We must also evaluate the costs for having N3 = A and N4 be something other than A.

A -> A = 0 + 2 = 2
A -> C = 5 + 10 = 15
A -> G = 2 + 2 = 4
A -> T = 5 + 10 = 15

(Here the first value is for the change from N3 -> N4 and the second comes from the N4 array).

Since A -> A is the minimum score we add 2 to the 5 for A -> C at the terminal node to obtain the final value for A at N3 of 7.
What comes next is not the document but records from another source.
def healthy() -> Explanation:
    """A Schmitt inverter that does what it should."""
    return Explanation(
        captures=(facts("seed-tray-mister-04.csv", CH1="capacitor", CH2="output"),),
        oscillates=True,
        measured={
            **rc_measured(47.62, 0.4873, 2.904, 1.877, (4.93, 0.06), (0.02146, 0.02139)),
            "high": q(4.94, 0.01, "V"),
            "low": Quantity(0.061, 0.03, "V", 0.002),
        },
        circuit="schmitt-inverter",
        title="Seed tray mister",
        parts=(
            part("R", "Ω", 100e3, 100.9e3, 1.1e3, "build sheet", 0.02),
            part("C", "F", 220e-9, 214e-9, 3.1e-9, "capture"),
            part("V_upper", "V", 2.9, 2.904, 0.032, "capture", 0.1),
            part("V_lower", "V", 1.9, 1.877, 0.021, "capture", 0.1),
            part("V_high", "V", 4.95, 4.94, 0.05, "capture", 0.02),
        ),
        unseparated=(("R", "C"),),
        miss={
            "frequency": miss(
                48.0,
                47.62,
                -0.004,
                [
                    ("R", -0.009, 0.011),
                    ("C", 0.027, 0.014),
                    ("V_upper", -0.0031, 0.004),
                    ("V_lower", -0.0190, 0.005),
                    ("V_high", 0.0002, 0.003),
                ],
                0.05,
            ),
            "duty": miss(
                0.49, 0.4873, 0.0012, [("V_upper", -0.003, 0.002), ("V_lower", -0.0036, 0.002)], 0.05
            ),
        },
        suspects=(
            Suspect((), {}, 0.93, "every part lies inside its tolerance"),
            Suspect(("V_lower",), {"V_lower": -0.014}, 0.04, "the lower threshold is 1.4 % low"),
            Suspect(("C",), {"C": -0.028}, 0.03, "C is 2.8 % low, or R"),
        ),
        settled=True,
        ruled_out=(
            RuledOut("R_leak", "the charge heads for 4.93 V, as high as the output's top, 4.94 V"),
            RuledOut("delay", "the output switches within 2 µs of the crossing"),
        ),
        verdict="pass",
    )


def fault_settled() -> Explanation:
    """A timer whose two resistors were exchanged."""
    return Explanation(
        captures=(facts("greenhouse fan 0017.csv", CH1="capacitor", CH2="output"),),
        oscillates=True,
        measured={
            **rc_measured(17.92, 0.7118, 3.352, 1.661, (5.01, 0.052), (0.0573, 0.0222)),
            "high": q(3.71, 0.01, "V"),
            "low": Quantity(0.12, 0.03, "V", 0.002),
            "rise_time": None,
            "fall_time": None,
        },
        circuit="timer-555",
        title="Greenhouse fan chopper",
        parts=(
            part("supply", "V", 5.0, 5.01, 0.05, "build sheet", 0.02),
            part("RA", "Ω", 22e3, 32.8e3, 260.0),
            part("RB", "Ω", 33e3, 22.3e3, 180.0),
            part("C", "F", 1e-6, 1.004e-6, 8e-9, "capture", 0.1),
            part("k_upper", "", 2 / 3, 0.669, 0.004),
            part("k_lower", "", 1 / 3, 0.3315, 0.003, "capture", 0.08),
        ),
        miss={
            "frequency": miss(
                16.0,
                17.92,
                0.0247,
                [
                    ("RA", -0.191, 0.003),
                    ("RB", 0.294, 0.004),
                    ("C", -0.004, 0.006),
                    ("k_upper", -0.0071, 0.004),
                    ("k_lower", -0.0029, 0.003),
                    ("supply", 0.0, 1e-5),
                ],
                0.05,
            ),
            "duty": miss(
                0.63,
                0.7118,
                -0.0079,
                [("RA", 0.051, 0.001), ("RB", 0.082, 0.001), ("k_upper", 0.0021, 0.001)],
                None,
            ),
        },
        suspects=(
            Suspect(
                ("RA", "RB"),
                {"RA": 0.491, "RB": -0.324},
                0.982,
                "RA and RB are exchanged: each has the other's value within 1.4 %",
            ),
            Suspect(
                ("RB",),
                {"RB": -0.324},
                0.011,
                "RB alone is a third low; then RA + RB would not fit the charging time",
            ),
            Suspect(
                ("C",), {"C": -0.11}, 0.004, "C is 11 % low; then the charging time would have shrunk as well"
            ),
            Suspect((), {}, 0.003, "every part lies inside its tolerance"),
        ),
        settled=True,
        ruled_out=(
            RuledOut("C", "the charging time has not moved"),
            RuledOut("R_leak", "the charge heads for the supply within 0.2 %"),
        ),
        next_readings=(NextReading("resistance out of circuit", "RB", 0.017),),
        remedies=(
            Remedy(
                "RA",
                32.8e3,
                22e3,
                "E24",
                {"frequency": q(16.41, 0.012, "Hz"), "duty": Quantity(0.6259, 0.002, "")},
            ),
            Remedy(
                "RB",
                22.3e3,
                33e3,
                "E24",
                {"frequency": q(16.41, 0.012, "Hz"), "duty": Quantity(0.6259, 0.002, "")},
            ),
        ),
        verdict="fail",
        record_notes={"unit": "0017", "ambient": "23 °C"},
    )
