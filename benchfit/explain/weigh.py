"""Weigh every hypothesis against the data: evidence of single causes on grids, of pairs by Laplace's method."""

from __future__ import annotations

from collections.abc import Sequence
from dataclasses import dataclass, replace

import numpy as np
from numpy.typing import NDArray
from scipy.special import chdtrc, logsumexp

from benchfit.explain import odds
from benchfit.explain.hypotheses import Freed, Hypothesis, freed_of, singles
from benchfit.explain.infer import IDENTITY, Batch, Relaxed, begin, relax, whitener
from benchfit.explain.model import Array, Model

STARTS = 9
# A held part this far out (its limits lie at 1.73) is a second cause to be asked about.
STRAINED = 2.0
_Q = np.array([-4.5, -3.0, -2.0, -1.2, -0.6, 0.0, 0.6, 1.2, 2.0, 3.0, 4.5])


@dataclass(frozen=True, eq=False)
class Weighed:
    """A hypothesis with its evidence and what it makes of the build.

    Attributes
    ----------
    causes : tuple of str
    prior : float
        Prior probability (of all variants of these causes together).
    log_evidence : float
        ln of the mean likelihood under the hypothesis, up to one common constant; −inf where nothing fits.
    mean : ndarray, shape (n,)
        Posterior mean of the state.
    covariance : ndarray, shape (n, n)
    mode : ndarray, shape (n,)
        Best state.
    misfit : float
        Squared whitened residuals and pulls of the priors at the best state.
    order : int
        How many independent causes it takes.
    probability : float
        Posterior probability.
    """

    causes: tuple[str, ...]
    prior: float
    log_evidence: float
    mean: Array
    covariance: Array
    mode: Array
    misfit: float
    order: int = 1
    probability: float = 0.0


@dataclass(frozen=True, eq=False)
class _Case:
    """A model with what all its hypotheses share: the whitener, and where to begin."""

    model: Model
    white: Array
    spare: Array | None

    @staticmethod
    def of(model: Model) -> _Case:
        white = whitener(model.covariance)
        return _Case(model, white, begin(model, white))


def _batch(case: _Case, hypotheses: Sequence[Hypothesis], owns: int, moves: bool = True) -> Batch:
    """One row a hypothesis, own parameters at the middle of their range."""
    model = case.model
    rows = len(hypotheses)
    center = np.tile(model.center, (rows, 1))
    spread = np.tile(model.spread, (rows, 1))
    own = np.full((rows, owns), -1)
    gauge = np.zeros((rows, owns), int)
    t, low, high = np.zeros((rows, owns)), np.zeros((rows, owns)), np.ones((rows, owns))
    for r, hypothesis in enumerate(hypotheses):
        for index, value in hypothesis.shifts:
            center[r, index] = value
        for k, way in enumerate(hypothesis.freed):
            own[r, k], gauge[r, k] = way.index, way.gauge
            low[r, k], high[r, k] = way.low, way.high
            t[r, k] = 0.5 * (way.low + way.high)
            spread[r, way.index] = 0.0
    return Batch(center, spread, own, gauge, t, low, high, moves, case.spare)


def _starts(way: Freed) -> Array:
    """Where the search of one freed parameter begins: all over its range, closer about the nominal."""
    even = np.linspace(way.low, way.high, STARTS)
    if way.hole is None:
        return even
    middle = 0.5 * (way.hole[0] + way.hole[1])
    near = middle + np.array([-0.3, 0.3]) * (way.near or 1.0)
    found: Array = np.clip(np.concatenate([even, near]), way.low, way.high)
    return found


def weigh(model: Model, pairs: bool = False) -> list[Weighed]:
    """Every hypothesis that the circuit and the sheet allow, by falling probability (which sum to 1).

    Two independent causes are tried where no single one explains the record, or where ``pairs`` asks for it.
    """
    case = _Case.of(model)
    hypotheses = singles(model)
    fixed = [h for h in hypotheses if not h.freed]
    free = [h for h in hypotheses if len(h.freed) == 1]
    families = [h for h in hypotheses if len(h.freed) == 2]
    found = _weigh_fixed(case, fixed) + _weigh_free(case, free)
    found += _weigh_families(case, families)
    merged = _merge(found)
    if pairs or not _explains(model, merged):
        merged = _merge(found + _weigh_pairs(case, merged))
    return merged


def _explains(model: Model, found: Sequence[Weighed]) -> bool:
    """Whether one of the live hypotheses fits the record as well as its noise and floors allow, with every part that
    it holds within its limits."""
    live = [w for w in found[:4] if w.probability > 0.02]
    best = min((w.misfit for w in live), default=np.inf)
    size = sum(not o.name.endswith("_jump") for o in model.observations)
    return bool(chdtrc(max(size, 1), best) > 0.2) and bool(live) and _strain(model, live[0]) < STRAINED


def _strain(model: Model, w: Weighed) -> float:
    """How far, in its prior's standard deviations, the most stretched of the held parts lies from its middle."""
    away = np.abs(w.mode - model.center) / np.where(model.spread > 0, model.spread, np.inf)
    held = [i for i, p in enumerate(model.parameters) if p.part is not None and p.name not in w.causes]
    return float(np.max(away[held], initial=0.0))


def _weigh_fixed(case: _Case, hypotheses: Sequence[Hypothesis]) -> list[Weighed]:
    done = relax(case.model, _batch(case, hypotheses, 0), 6, case.white)
    return [
        Weighed(
            h.causes,
            h.weight,
            float(done.log_weight[r]),
            done.state[r],
            done.covariance[r],
            done.state[r],
            float(done.cost[r]),
            h.order,
        )
        for r, h in enumerate(hypotheses)
    ]


def _weigh_free(case: _Case, hypotheses: Sequence[Hypothesis]) -> list[Weighed]:
    if not hypotheses:
        return []
    best = _search(case, hypotheses)
    # A grid about the best value, cut where the tolerance begins: evidence is an integral, not a height.
    repeated: list[int] = []
    points: list[float] = []
    weights: list[float] = []
    for r, h in enumerate(hypotheses):
        way = h.freed[0]
        width = best.own_u[r, 0]
        width = float(width) if np.isfinite(width) and width > 0 else (way.high - way.low) / 4
        for low, high in _pieces(way):
            t = np.unique(_piece_grid(low, high, float(best.t[r, 0]), width))
            if t.size < 2:
                continue
            repeated.extend([r] * t.size)
            points.extend(t)
            gaps = np.diff(t)
            weights.extend(0.5 * (np.concatenate([[0.0], gaps]) + np.concatenate([gaps, [0.0]])))
    rows = np.array(repeated)
    batch = _batch(case, hypotheses, 1, moves=False).take(rows)
    batch = replace(batch, t=np.array(points)[:, None])
    done = relax(case.model, batch, 4, case.white)
    found = []
    for r, h in enumerate(hypotheses):
        mine = np.flatnonzero(rows == r)
        way = h.freed[0]
        t = batch.t[mine, 0]
        inner = np.clip(t, way.low, way.high)
        if way.hole is not None:
            inner = np.where(np.abs(inner - way.hole[1]) < 1e-12, way.hole[1] + 1e-9, inner)
            inner = np.where(np.abs(inner - way.hole[0]) < 1e-12, way.hole[0] - 1e-9, inner)
        with np.errstate(divide="ignore"):
            logs = done.log_weight[mine] + np.log(way.density(inner) * np.array(weights)[mine])
        found.append(_averaged(h, logs, done, mine, best, r))
    return found


def _pieces(way: Freed) -> list[tuple[float, float]]:
    if way.hole is None:
        return [(way.low, way.high)]
    pieces = [(way.low, min(way.high, way.hole[0])), (max(way.low, way.hole[1]), way.high)]
    return [(a, b) for a, b in pieces if b > a]


def _piece_grid(low: float, high: float, best: float, width: float) -> Array:
    center = float(np.clip(best, low, high))
    grid = np.concatenate([center + width * _Q, np.linspace(low, high, 5)])
    if not low < best < high:
        # The tail beyond the edge: it falls off with the distance from the best value.
        tail = width * width / max(abs(best - center), width)
        grid = np.concatenate([grid, center + tail * _Q])
    kept: Array = np.clip(grid, low, high)
    return kept


def _averaged(
    h: Hypothesis, logs: Array, done: Relaxed, mine: NDArray[np.int64], best: Relaxed, row: int
) -> Weighed:
    total = float(logsumexp(logs)) if logs.size and np.any(np.isfinite(logs)) else -np.inf
    if not np.isfinite(total):
        return Weighed(
            h.causes,
            h.weight,
            -np.inf,
            best.state[row],
            best.covariance[row],
            best.state[row],
            np.inf,
            h.order,
        )
    p = np.exp(logs - total)
    live = p > 1e-9
    p, rows = p[live], mine[live]
    states = done.state[rows]
    mean = p @ np.nan_to_num(states)
    away = np.nan_to_num(states) - mean
    covariance = np.tensordot(p, done.covariance[rows], 1) + (away * p[:, None]).T @ away
    top = rows[np.argmax(p)]
    return Weighed(
        h.causes, h.weight, total, mean, covariance, done.state[top], float(np.min(done.cost[rows])), h.order
    )


def _search(case: _Case, hypotheses: Sequence[Hypothesis]) -> Relaxed:
    """The best state of each hypothesis with one freed parameter, from many starts."""
    begins = [_starts(h.freed[0]) for h in hypotheses]
    rows = np.repeat(np.arange(len(hypotheses)), [b.size for b in begins])
    batch = _batch(case, hypotheses, 1).take(rows)
    batch = replace(batch, t=np.concatenate(begins)[:, None])
    rough = relax(case.model, batch, 3, case.white)
    keep = []
    for r in range(len(hypotheses)):
        mine = np.flatnonzero(rows == r)
        keep.append(mine[np.argmin(rough.cost[mine])])
    chosen = np.array(keep)
    return relax(case.model, replace(batch.take(chosen), t=rough.t[chosen]), 8, case.white)


def _weigh_pairs(case: _Case, found: Sequence[Weighed]) -> list[Weighed]:
    """Two causes at once: the best single ones with every other that the data can tell from it."""
    model = case.model
    freed = freed_of(model)
    names = list(freed)
    alone = {w.causes[0]: w for w in found if len(w.causes) == 1 and np.isfinite(w.log_evidence)}
    weights = {n: odds.weight(n, model.circuit.part(n).kind) for n in names}
    total = sum(weights[a] * weights[b] for i, a in enumerate(names) for b in names[i + 1 :])
    known = {frozenset(f) for f in model.circuit.families}
    hypotheses: list[Hypothesis] = []
    begins: list[list[tuple[float, float]]] = []
    for first in list(alone)[:6]:
        for second in names:
            pair = frozenset((first, second))
            if first == second or pair in known:
                continue
            known.add(pair)
            prior = odds.PAIR * weights[first] * weights[second] / total
            for a in freed[first]:
                at = _gauged(a, float(alone[first].mode[a.index]))
                for b in freed[second]:
                    hypotheses.append(Hypothesis((first, second), prior, (), (a, b), 2))
                    along = np.linspace(b.low, b.high, 7)
                    begins.append([(x, float(y)) for y in along for x in (at, 0.5 * (a.low + a.high))])
    return _weigh_double(case, hypotheses, begins)


def _weigh_families(case: _Case, hypotheses: Sequence[Hypothesis]) -> list[Weighed]:
    """Two parts that one cause moves together."""
    begins = []
    for h in hypotheses:
        a, b = h.freed
        along = [np.linspace(w.low, w.high, 5) for w in (a, b)]
        begins.append([(float(x), float(y)) for x in along[0] for y in along[1]])
    return _weigh_double(case, hypotheses, begins)


def _weigh_double(
    case: _Case,
    hypotheses: Sequence[Hypothesis],
    begins: Sequence[Sequence[tuple[float, float]]],
) -> list[Weighed]:
    """Hypotheses that free two parts: the best of many starts, weighed by Laplace's method."""
    if not hypotheses:
        return []
    rows = np.repeat(np.arange(len(hypotheses)), [len(b) for b in begins])
    starts = np.array([pair for b in begins for pair in b])
    batch = replace(_batch(case, hypotheses, 2).take(rows), t=starts)
    rough = relax(case.model, batch, 3, case.white)
    keep = np.array(
        [(mine := np.flatnonzero(rows == g))[np.argmin(rough.cost[mine])] for g in range(len(hypotheses))]
    )
    fine = relax(case.model, replace(batch.take(keep), t=rough.t[keep]), 8, case.white)
    return [_pair(h, fine, r) for r, h in enumerate(hypotheses)]


def _gauged(way: Freed, x: float) -> float:
    if way.gauge == IDENTITY:
        return float(np.clip(x, way.low, way.high))
    size = abs(x)
    if size == 0:
        return 0.5 * (way.low + way.high)
    t = -np.log(size) if way.gauge == 3 else np.log(size)
    return float(np.clip(t, way.low, way.high))


def _is_ridge(h: Hypothesis, own_u: Array) -> bool:
    """Whether the data fix the two freed parts only together: no pair that is unseparated is a hypothesis."""
    return all(not u < 0.25 * (way.high - way.low) for u, way in zip(own_u, h.freed, strict=True))


def _pair(h: Hypothesis, fine: Relaxed, r: int) -> Weighed:
    """Laplace in the two freed parameters; a width beyond the range counts as the range."""
    if _is_ridge(h, fine.own_u[r]):
        return Weighed(
            h.causes, h.weight, -np.inf, fine.state[r], fine.covariance[r], fine.state[r], np.inf, h.order
        )
    density = 1.0
    volume = 1.0
    for k, way in enumerate(h.freed):
        width = way.high - way.low
        t = np.array([fine.t[r, k]])
        density *= float(way.density(t)[0])
        u = fine.own_u[r, k]
        volume *= min(np.sqrt(2 * np.pi) * u, width) if np.isfinite(u) else width
    if density <= 0 or not np.isfinite(fine.cost[r]):
        return Weighed(
            h.causes, h.weight, -np.inf, fine.state[r], fine.covariance[r], fine.state[r], np.inf, h.order
        )
    evidence = float(fine.log_weight[r] + np.log(density * volume))
    return Weighed(
        h.causes,
        h.weight,
        evidence,
        fine.state[r],
        fine.covariance[r],
        fine.state[r],
        float(fine.cost[r]),
        h.order,
    )


def _merge(found: Sequence[Weighed]) -> list[Weighed]:
    """Variants with the same causes become one entry; probabilities are normalised."""
    groups: dict[frozenset[str], list[Weighed]] = {}
    for w in found:
        groups.setdefault(frozenset(w.causes), []).append(w)
    merged = []
    for variants in groups.values():
        prior = sum(v.prior for v in variants)
        logs = np.array([v.log_evidence + np.log(v.prior) if v.prior > 0 else -np.inf for v in variants])
        total = float(logsumexp(logs)) if np.any(np.isfinite(logs)) else -np.inf
        best = variants[int(np.argmax(logs))]
        if not np.isfinite(total):
            merged.append(replace(best, prior=prior, log_evidence=-np.inf))
            continue
        p = np.exp(logs - total)
        mean = sum((q * v.mean for q, v in zip(p, variants, strict=True) if q > 0), np.zeros_like(best.mean))
        covariance = np.zeros_like(best.covariance)
        for q, v in zip(p, variants, strict=True):
            if q > 0:
                covariance += q * (v.covariance + np.outer(v.mean - mean, v.mean - mean))
        merged.append(
            Weighed(
                best.causes,
                prior,
                total - float(np.log(prior)),
                mean,
                covariance,
                best.mode,
                best.misfit,
                best.order,
            )
        )
    logs = np.array([w.log_evidence + np.log(w.prior) for w in merged])
    if not np.any(np.isfinite(logs)):
        return merged
    p = np.exp(logs - logsumexp(logs))
    done = [replace(w, probability=float(q)) for w, q in zip(merged, p, strict=True)]
    return sorted(done, key=lambda w: (-w.probability, len(w.causes)))
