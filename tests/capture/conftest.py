"""What the tests of the capture room share: a place to write small files to."""

from __future__ import annotations

from collections.abc import Callable
from pathlib import Path

import pytest


@pytest.fixture
def write(tmp_path: Path) -> Callable[..., Path]:
    """A function that writes a file and returns its path."""

    def save(content: str | bytes, name: str = "shot.csv") -> Path:
        path = tmp_path / name
        path.write_bytes(content if isinstance(content, bytes) else content.encode())
        return path

    return save
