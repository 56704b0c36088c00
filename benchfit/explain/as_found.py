"""As found and as left: what a change was said to do, what it did, and whether it was this change."""

from __future__ import annotations

import math
from collections.abc import Mapping, Sequence
from typing import Any

from benchfit.errors import UsageError
from benchfit.explain.result import AsFound, Changed, Explanation, Quantity
from benchfit.sheet.model import Sheet

# A standard value of the next finer series, or the same one with its nominal rounded, is the same part.
SAME = 0.01
NAMES = (("frequency", "Hz"), ("duty", "1"))
EFFECTS = ("as predicted", "partly", "not by this change")


def compare(found: Mapping[str, Any], left: Explanation, sheet: Sheet | None) -> AsFound:
    """Hold a build against the record that was made of it before the change.

    Parameters
    ----------
    found : mapping
        A result record (schema 1) of before.
    left : Explanation
        After the change; ``sheet`` says what is meant to be fitted now.

    Raises
    ------
    UsageError
        Where the record is of another circuit.
    """
    then = found.get("circuit")
    if then and left.circuit and then != left.circuit:
        raise UsageError(
            f"the record as found is of a circuit {then}, this build sheet of a circuit {left.circuit}; "
            "as found and as left are of one build: give the record that belongs to it"
        )
    lifted, bare = _quantities(found.get("without_probe")), dict(left.without_probe or {})
    measured = {n: q for n, _ in NAMES if (q := left.measured.get(n)) is not None}
    before, obtained = {**_quantities(found.get("measured")), **lifted}, {**measured, **bare}
    changed = _changed(found, sheet)
    way = _way(found, changed)
    if way is not None and not changed:
        changed = tuple(_taken(found, remedy) for remedy in way)
    predicted = {} if way is None else _predicted(way, changed, before)
    wanted = [n for n, _ in NAMES if n in predicted and (n == "frequency" or _mapping(found, "miss", n))]
    effects = [_effect(before.get(n), predicted[n], obtained.get(n)) for n in wanted]
    first = _first(found.get("capture"))
    return AsFound(
        path=str(first.get("path", "")),
        verdict=found["verdict"] if found.get("verdict") in ("pass", "conditional", "fail") else None,
        before=before,
        predicted=predicted,
        obtained=obtained,
        is_lifted=bool(lifted or bare),
        changed=changed,
        effect=max(effects, key=EFFECTS.index, default=None),
    )


def _changed(found: Mapping[str, Any], sheet: Sheet | None) -> tuple[Changed, ...]:
    """Parts whose nominals are not those of the record; one that merely follows another is not named."""
    if sheet is None or sheet.circuit is None or not _mapping(found, "parts"):
        return ()
    build = sheet.build()
    before = {name: _number(_mapping(found, "parts", name).get("nominal")) for name in found["parts"]}
    changes = []
    for part in sheet.circuit.parts:
        old = before.get(part.name)
        new = build.parts[part.name].nominal if part.name in build.parts else None
        # What the record does not speak of is a default of then, or a parasitic that did not stand out.
        is_told = part.name in before or part.name in build.given
        if is_told and part.name not in build.spreads and not _same(old, new, 1e-6):
            changes.append(Changed(part.name, old, new, part.unit))
    return tuple(changes)


def _way(found: Mapping[str, Any], changed: Sequence[Changed]) -> list[Mapping[str, Any]] | None:
    """The remedies, one or several that go together, that say just this change.

    Where no nominal changed, a part that was off may have been replaced by one that is as it should be: the
    remedy that puts the nominal back, that of the first suspect if there are several.
    """
    ways = _ways(found)
    if changed:
        new = {c.part: c.after for c in changed}
        for way in ways:
            fitted = {str(r.get("part")): _number(r.get("to")) for r in way}
            if fitted.keys() == new.keys() and all(_same(fitted[p], new[p], SAME) for p in new):
                return way
        return None
    parts = _mapping(found, "parts")
    back = [
        way for way in ways
        if all(_same(_number(r.get("to")), _nominal(parts, r.get("part")), SAME) for r in way)
    ]  # fmt: skip
    if len(back) > 1:
        blamed = set(_first(found.get("suspects")).get("causes") or ())
        back = [way for way in back if {r.get("part") for r in way} == blamed]
    return back[0] if len(back) == 1 else None


def _ways(found: Mapping[str, Any]) -> list[list[Mapping[str, Any]]]:
    """The record's remedies; those that stand together and predict the same are one change."""
    ways: list[list[Mapping[str, Any]]] = []
    remedies = found.get("remedies")
    for remedy in remedies if isinstance(remedies, list) else []:
        if not isinstance(remedy, Mapping):
            continue
        last = ways[-1][-1] if ways else None
        if last and last.get("part") != remedy.get("part") and last.get("predicts") == remedy.get("predicts"):
            ways[-1].append(remedy)
        else:
            ways.append([remedy])
    return ways


def _taken(found: Mapping[str, Any], remedy: Mapping[str, Any]) -> Changed:
    name = str(remedy.get("part"))
    unit = str(_mapping(found, "parts", name).get("unit") or "")
    return Changed(name, _number(remedy.get("from")), _number(remedy.get("to")), unit, is_taken=True)


def _predicted(
    way: Sequence[Mapping[str, Any]], changed: Sequence[Changed], before: Mapping[str, Quantity]
) -> dict[str, Quantity]:
    """What the remedy predicts.

    A single part that was fitted is not quite the remedy's value: the frequency is carried from this to that
    along the straight line, in logarithms, on which it was found and predicted.
    """
    predicted = _quantities(way[0].get("predicts"))
    f = predicted.get("frequency")
    if f is None or len(way) > 1 or "frequency" not in before or before["frequency"].value <= 0:
        return predicted
    start, to = _number(way[0].get("from")), _number(way[0].get("to"))
    fitted = changed[0].after
    if not (start and to and fitted and min(start, to, fitted, f.value) > 0):
        return predicted
    if abs(math.log(to / start)) > 2 * SAME:
        slope = math.log(f.value / before["frequency"].value) / math.log(to / start)
        predicted["frequency"] = Quantity(f.value * (fitted / to) ** slope, f.u, f.unit)
    return predicted


def _effect(before: Quantity | None, predicted: Quantity, obtained: Quantity | None) -> str:
    """Whether it came out as predicted, went there in part, or did not do it.

    A move that the readings would show must have been seen, else a prediction that is known poorly would be borne out
    by a build that has not changed.
    """
    if obtained is None:
        return "not by this change"
    is_there = abs(obtained.value - predicted.value) <= 2 * math.hypot(obtained.u or 0.0, predicted.u or 0.0)
    if before is None:
        return "as predicted" if is_there else "partly"
    seen = 2 * math.hypot(obtained.u or 0.0, before.u or 0.0)
    wanted, moved = predicted.value - before.value, obtained.value - before.value
    is_moved = moved * wanted > 0 and abs(moved) > seen
    if is_there and (is_moved or abs(wanted) <= seen):
        return "as predicted"
    return "partly" if is_moved else "not by this change"


def _quantities(table: object) -> dict[str, Quantity]:
    """Frequency and duty of a record's section, those that are known."""
    found = {}
    for name, unit in NAMES:
        q = _mapping(table, name) if isinstance(table, Mapping) else {}
        value = _number(q.get("value"))
        if value is not None:
            found[name] = Quantity(value, _number(q.get("u")), unit)
    return found


def _nominal(parts: Mapping[str, Any], name: object) -> float | None:
    part = parts.get(str(name))
    return _number(part.get("nominal")) if isinstance(part, Mapping) else None


def _same(a: float | None, b: float | None, within: float) -> bool:
    if a is None or b is None:
        return a is b
    return math.isclose(a, b, rel_tol=within, abs_tol=0.0)


def _mapping(table: Mapping[str, Any], *names: str) -> Mapping[str, Any]:
    """The mapping at a path of names, empty where there is none: a record may come from anywhere."""
    for name in names:
        inner = table.get(name)
        table = inner if isinstance(inner, Mapping) else {}
    return table


def _first(x: object) -> Mapping[str, Any]:
    first = x[0] if isinstance(x, list) and x else x
    return first if isinstance(first, Mapping) else {}


def _number(x: object) -> float | None:
    is_number = isinstance(x, int | float) and not isinstance(x, bool)
    return float(x) if is_number and math.isfinite(x) else None  # type: ignore[arg-type]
We continue in this manner for each array position:

C -> A = 5 + 2 = 7
C -> C = 0 + 10 = 10
C -> G = 5 + 2 = 7
C -> T = 2 + 10 = 12

Pick the minimum as the value for C at N3.  Here we see that the cost is lower if we switch to a purine at N4.  There is no cost for C -> C at the terminal node. 

G -> A = 2 + 2 = 4
G -> C = 5 + 10 = 15
G -> G = 0 + 2 = 2
G -> T = 5 + 10 = 15

The minimum has G at N3.  To the 2 we add 5 for A -> C at the terminal node to obtain the final value for A at N3.

T -> A = 5 + 2 = 7
T -> C = 2 + 10 = 12
T -> G = 5 + 2 = 7
T -> T = 0 + 10 = 10

The value for T at N3 should be 12 (counting the cost for T -> C in the terminal node).  The figure is in error, as is the text, because I was writing C -> T when I should have written T -> C.

Now we come to the root, N1.  Again, we need to find the minimum cost.  We evaluate N2 and N3 separately.  For N1 -> N2 we have:

A -> A = 0 + 5 = 5
A -> C = 5 + 5 = 10
A -> G = 2 + 7 = 9
A -> T = 5 + 7 = 12

For N1 -> N3 we have

A -> A = 0 + 7 = 7
A -> C = 5 + 7 = 12
A -> G = 2 + 7 = 9
A -> T = 5 + 12 = 17

So the minimum cost for A at N1 is 12, which occurs when N2 and N3 are both A as well.

C -> A = 5 + 5 = 10
C -> C = 0 + 5 = 5
C -> G = 5 + 7 = 12
C -> T = 2 + 7 = 9

C -> A = 5 + 7 = 12
C -> C = 0 + 7 = 7
C -> G = 5 + 7 = 12
C -> T = 2 + 12 = 14

The minimum cost for C at N1 is 12.

G -> A = 2 + 5 = 7
G -> C = 5 + 5 = 10
G -> G = 0 + 7 = 7
G -> T = 5 + 7 = 12

G -> A = 2 + 7 = 9
G -> C = 5 + 7 = 12
G -> G = 0 + 7 = 7
G -> T = 5 + 12 = 17

The minimum cost for G at N1 is 14.

T -> A = 5 + 5 = 10
T -> C = 2 + 5 = 7
T -> G = 5 + 7 = 12
T -> T = 0 + 7 = 7

T -> A = 5 + 7 = 12
T -> C = 2 + 7 = 9
T -> G = 5 + 7 = 12
T -> T = 0 + 12 = 12

The minimum cost for T at N1 is 16.

If you're keeping score at home, you will notice that this is the same result we obtained by simply adding the values from the arrays for N3 and N4.

The counter-example from above had us switching to a purine at N4 to overcome the substantial costs of Y -> A,G = 10 at the terminal nodes.

What it looks like to me after consulting other sources is that, most of the time, simply adding the values from the two arrays works.  However, carrying out the full minimization procedure is the correct approach.